(Task item) Count, in the entries below, the lines in which "random" occurs. Give the number, nothing more.

Top of Extracted entries

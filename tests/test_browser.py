"""The report in a real browser: headless Chromium (Debian's package) driven by Playwright.

One rendered demo report (with one hostile player name planted) and one page are shared by every
test; the views are reached by changing the URL's #fragment, so there is a single file load.
"""

from __future__ import annotations

import dataclasses
import shutil

import pytest

CHROMIUM = shutil.which("chromium") or "/usr/bin/chromium"
ARGS = ["--no-sandbox", "--disable-gpu", "--disable-quic", "--no-first-run", "--disable-background-networking",
        "--disable-component-update", "--disable-sync"]
HOSTILE = '<img src=x onerror="window.__owned=1">Zed'

sync_api = pytest.importorskip("playwright.sync_api", reason="Playwright for Python is not installed "
                               "(pip install '.[test]')")
if not shutil.which(CHROMIUM):
    pytest.skip("Debian's chromium is not installed (apt-get install chromium)", allow_module_level=True)


@pytest.fixture(scope="module")
def report_file(demo_analysis, tmp_path_factory):
    """The demo report (report.html and report-data/) with one player renamed to a string that would run
    script if it were markup."""
    from drift.report import write_report

    a = demo_analysis
    victim = a.moves.loc[a.moves["status"] == "changed", "player_id"].iloc[0]
    rename = {"placements": a.placements, "moves": a.moves}
    renamed = {k: v.assign(player=v["player"].where(v["player_id"] != victim, HOSTILE)) for k, v in rename.items()}
    folder = tmp_path_factory.mktemp("browser")
    write_report(dataclasses.replace(a, **renamed), folder)
    return folder / "report.html"


@pytest.fixture(scope="module")
def browser():
    with sync_api.sync_playwright() as p:
        b = p.chromium.launch(executable_path=CHROMIUM, args=ARGS)
        yield b
        b.close()


@pytest.fixture(scope="module")
def loaded(browser, report_file):
    """(page, console errors, requests that left the file) after one load."""
    page = browser.new_page(viewport={"width": 1280, "height": 900})
    errors, requests = [], []
    page.on("console", lambda m: errors.append(m.text) if m.type == "error" else None)
    page.on("pageerror", lambda e: errors.append(str(e)))
    page.on("request", lambda r: requests.append(r.url) if not r.url.startswith(("file:", "data:")) else None)
    page.goto(report_file.as_uri())
    page.wait_for_function("document.querySelector('#q') && window.DRIFT")
    yield page, errors, requests
    page.close()


def _open(page, anchor):
    """Go to a page of the report (its chunk loads on demand) and return its article."""
    page.goto(page.url.split("#")[0] + "#" + anchor)
    article = page.locator(f"#page-view article[id='{anchor}']")
    article.wait_for()
    return article


def _overflow(page) -> int:
    """How far the page is wider than the screen (0: nothing sticks out)."""
    return page.evaluate("document.documentElement.scrollWidth - window.innerWidth")


def test_loads_without_errors_or_network(loaded):
    page, errors, requests = loaded
    assert errors == [] and requests == []
    assert page.title().startswith("drift")


def test_every_chart_renders(loaded):
    page, _, _ = loaded
    sizes = page.eval_on_selector_all(".chart svg", "els => els.map(e => e.getBoundingClientRect().width)")
    assert len(sizes) >= 5 and min(sizes) > 100
    broken = page.eval_on_selector_all("img", "els => els.filter(e => !e.complete || !e.naturalWidth).length")
    assert broken == 0
    labelled = page.eval_on_selector_all(".chart", "els => els.every(e => e.getAttribute('aria-label'))")
    assert labelled  # alt text on every chart


def test_search_opens_a_player_page(loaded, demo_analysis):
    page, errors, _ = loaded
    name = demo_analysis.stints["player"].iloc[0]
    page.fill("#q", name[:6].lower())
    assert page.locator("#q-results a", has_text=name).count() >= 1
    page.fill("#q", name)
    page.press("#q", "Enter")
    article = page.locator("#page-view article.player")
    article.wait_for()
    assert name in article.locator("h2").inner_text()
    assert not page.locator("#report").is_visible()  # the page replaces the review
    assert article.locator("svg.path").bounding_box()["width"] > 100
    assert "Mid-season trades" in article.inner_text()
    # the map's legend names every role beside its id
    legend = article.locator(".pathbox .legend").inner_text()
    assert all(f"{rid} {name}" in legend for rid, name in zip(demo_analysis.model.role_ids_,
                                                                demo_analysis.model.role_names_))
    page.goto(page.url.split("#")[0] + "#review")
    assert page.locator("#report").is_visible() and errors == []


def test_search_ranks_the_team_page_first(loaded, demo_analysis):
    # a team code is part of a dozen players' labels; the team page must still be the first hit
    page, errors, _ = loaded
    team = str(demo_analysis.placements["team"].iloc[-1]).split("/")[0]
    page.fill("#q", team)
    first = page.locator("#q-results a").first
    assert "team page" in first.inner_text() and first.get_attribute("href") == f"#t-{team}"
    page.press("#q", "Enter")
    page.locator("#page-view article.team").wait_for()
    page.goto(page.url.split("#")[0] + "#teams")
    link = page.locator("#teams table.data a", has_text=team).first  # team codes in the table are links
    assert link.get_attribute("href") == f"#t-{team}"
    page.goto(page.url.split("#")[0] + "#review")
    assert errors == []


def test_sorting_and_filtering_change_rows(loaded):
    page, errors, _ = loaded
    page.goto(page.url.split("#")[0] + "#review")
    rows = page.locator("#tbl-latest tbody tr")
    first = rows.first.inner_text()
    page.click("#tbl-latest thead th:has-text('player')")
    assert rows.first.inner_text() != first  # sorted by name, no longer by evidence
    total = rows.count()
    page.select_option(".filters[data-table='tbl-latest'] select[data-key='status']", "changed")
    visible = page.locator("#tbl-latest tbody tr:not([hidden])")
    assert 0 < visible.count() < total
    assert all(t == "changed" for t in visible.locator("td .status").all_inner_texts())
    page.select_option(".filters[data-table='tbl-latest'] select[data-key='status']", "")
    assert page.locator("#tbl-latest tbody tr:not([hidden])").count() == total and errors == []


def test_a_hostile_name_stays_text(loaded):
    page, errors, _ = loaded
    page.fill("#q", "onerror")
    link = page.locator("#q-results a").first
    assert HOSTILE in link.inner_text()
    link.click()
    page.locator("#page-view article.player h2").wait_for()
    assert HOSTILE in page.locator("#page-view article.player h2").inner_text()
    assert page.evaluate("window.__owned") is None and errors == []


def test_reading_without_javascript(browser, report_file):
    # the front page reads without JavaScript and says what needs it (the pages, search, sorting)
    page = browser.new_page(java_script_enabled=False)
    page.goto(report_file.as_uri())
    assert page.locator("#review").is_visible() and page.locator("#tbl-latest tbody tr").count() > 10
    assert "need JavaScript" in page.locator("noscript").first.inner_text() or "need JavaScript" in page.content()
    page.close()


def test_search_says_how_many_more_match(loaded, demo_analysis):
    page, errors, _ = loaded
    page.fill("#q", "e")  # most names hold an e
    items = page.locator("#q-results li")
    assert page.locator("#q-results a").count() == 12
    more = items.last.inner_text()
    n = demo_analysis.placements["player"].str.lower().str.contains("e").groupby(
        demo_analysis.placements["player_id"]).any().sum()
    assert "more match" in more and int(more.split()[0].replace(",", "")) >= n - 12 - 1
    page.fill("#q", "")
    assert errors == []


def test_counters_count_what_they_say(loaded, demo_analysis):
    page, errors, _ = loaded
    page.goto(page.url.split("#")[0] + "#review")
    moves = demo_analysis.moves
    latest = moves[(moves["kind"] == "consecutive") & (moves["season_to"] == moves["season_to"].max())]
    counter = page.locator(".filters[data-table='tbl-latest'] .count").inner_text()
    listed = page.locator("#tbl-latest tbody tr").count()
    if len(latest) > listed:  # a cut table says how many it lists and how many there are
        assert counter == f"{listed:,} shown of the {listed:,} moves listed here ({len(latest):,} in all)"
    else:
        assert counter == f"{listed:,} of {listed:,} moves"
    assert errors == []


def test_team_page_names_every_role(loaded, demo_analysis):
    page, errors, _ = loaded
    team = str(demo_analysis.placements["team"].iloc[0]).split("/")[0]
    article = _open(page, f"t-{team}")
    assert "Role mix by season" in article.inner_text() and article.locator(".mix").count() >= 1
    legend = article.locator(".legend").first.inner_text()
    assert all(f"{rid} {name}" in legend for rid, name in zip(demo_analysis.model.role_ids_,
                                                                demo_analysis.model.role_names_))
    assert "players by season" in article.inner_text().lower()
    page.goto(page.url.split("#")[0] + "#review")
    assert errors == []


def test_phone_width_front_player_and_team(browser, report_file, demo_analysis):
    """At 390 px nothing is wider than the screen: tables scroll inside their box."""
    page = browser.new_page(viewport={"width": 390, "height": 844})
    errors = []
    page.on("pageerror", lambda e: errors.append(str(e)))
    page.goto(report_file.as_uri())
    assert _overflow(page) <= 0
    assert page.locator("#tbl-latest").bounding_box()["width"] > 390  # the table itself is wider ...
    player = demo_analysis.stints["player_id"].iloc[0]
    team = str(demo_analysis.placements["team"].iloc[0]).split("/")[0]
    for anchor in (f"p-{player}", f"t-{team}"):
        _open(page, anchor)
        assert _overflow(page) <= 0, anchor  # ... and scrolls in its box, not the page
    page.goto(report_file.as_uri() + "#roles")
    assert _overflow(page) <= 0
    page.close()
    assert errors == []


def test_print_opens_collapsed_blocks_and_restores_them(loaded, demo_analysis):
    page, errors, _ = loaded
    team = str(demo_analysis.placements["team"].iloc[0]).split("/")[0]
    article = _open(page, f"t-{team}")
    state = "() => Array.from(document.querySelectorAll('details')).map(d => d.open)"
    page.evaluate("document.querySelector('#page-view details').open = true")  # one the user opened
    before = page.evaluate(state)
    assert not all(before) and any(before)
    page.evaluate("window.dispatchEvent(new Event('beforeprint'))")
    assert all(page.evaluate(state))  # the paper shows every row
    page.evaluate("window.dispatchEvent(new Event('afterprint'))")
    assert page.evaluate(state) == before  # and the screen is as the user left it
    assert article.is_visible() and errors == []
    page.goto(page.url.split("#")[0] + "#review")


@pytest.mark.slow
def test_a_league_of_a_hundred_thousand_player_seasons(browser, demo_analysis, tmp_path):
    """10^5 placed player-seasons and 400 teams (the demo copied, not refitted): the first page stays
    small, and a player drawn from the last third of the alphabet is reached by search."""
    import random
    import time

    from drift.report import write_report
    from drift.sim.copies import copies

    big = copies(demo_analysis, 52, teams=20)
    assert len(big.placements) >= 100_000
    write_report(big, tmp_path)
    first = (tmp_path / "report.html").stat().st_size + (tmp_path / "report-data" / "index.js").stat().st_size
    assert first < 5_000_000  # the bound for the page a user opens first
    page = browser.new_page(viewport={"width": 1280, "height": 900})
    errors = []
    page.on("console", lambda m: errors.append(m.text) if m.type == "error" else None)
    page.on("pageerror", lambda e: errors.append(str(e)))
    start = time.perf_counter()
    page.goto((tmp_path / "report.html").as_uri())
    page.wait_for_function("document.querySelectorAll('#tbl-latest tbody tr').length > 0")
    opened = time.perf_counter() - start
    print(f"\n10^5 league: first page {first / 1e6:.2f} MB (report.html + index.js), opened in {opened:.2f} s "
          "(a shared, loaded machine: not a speed measurement)")
    names = sorted(big.placements.drop_duplicates("player_id", keep="last")["player"])
    name = random.Random(19).choice(names[2 * len(names) // 3:])
    page.fill("#q", name)
    page.press("#q", "Enter")
    article = page.locator("#page-view article.player")
    article.wait_for(timeout=30_000)
    assert name in article.locator("h2").inner_text()
    team = str(big.placements["team"].iloc[-1]).split("/")[0]
    page.fill("#q", team)
    page.press("#q", "Enter")
    page.locator(f"#page-view article[id='t-{team}']").wait_for(timeout=30_000)
    assert _overflow(page) <= 0 and errors == []
    page.close()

Bottom of Extracted entries

(Answer for the task) 2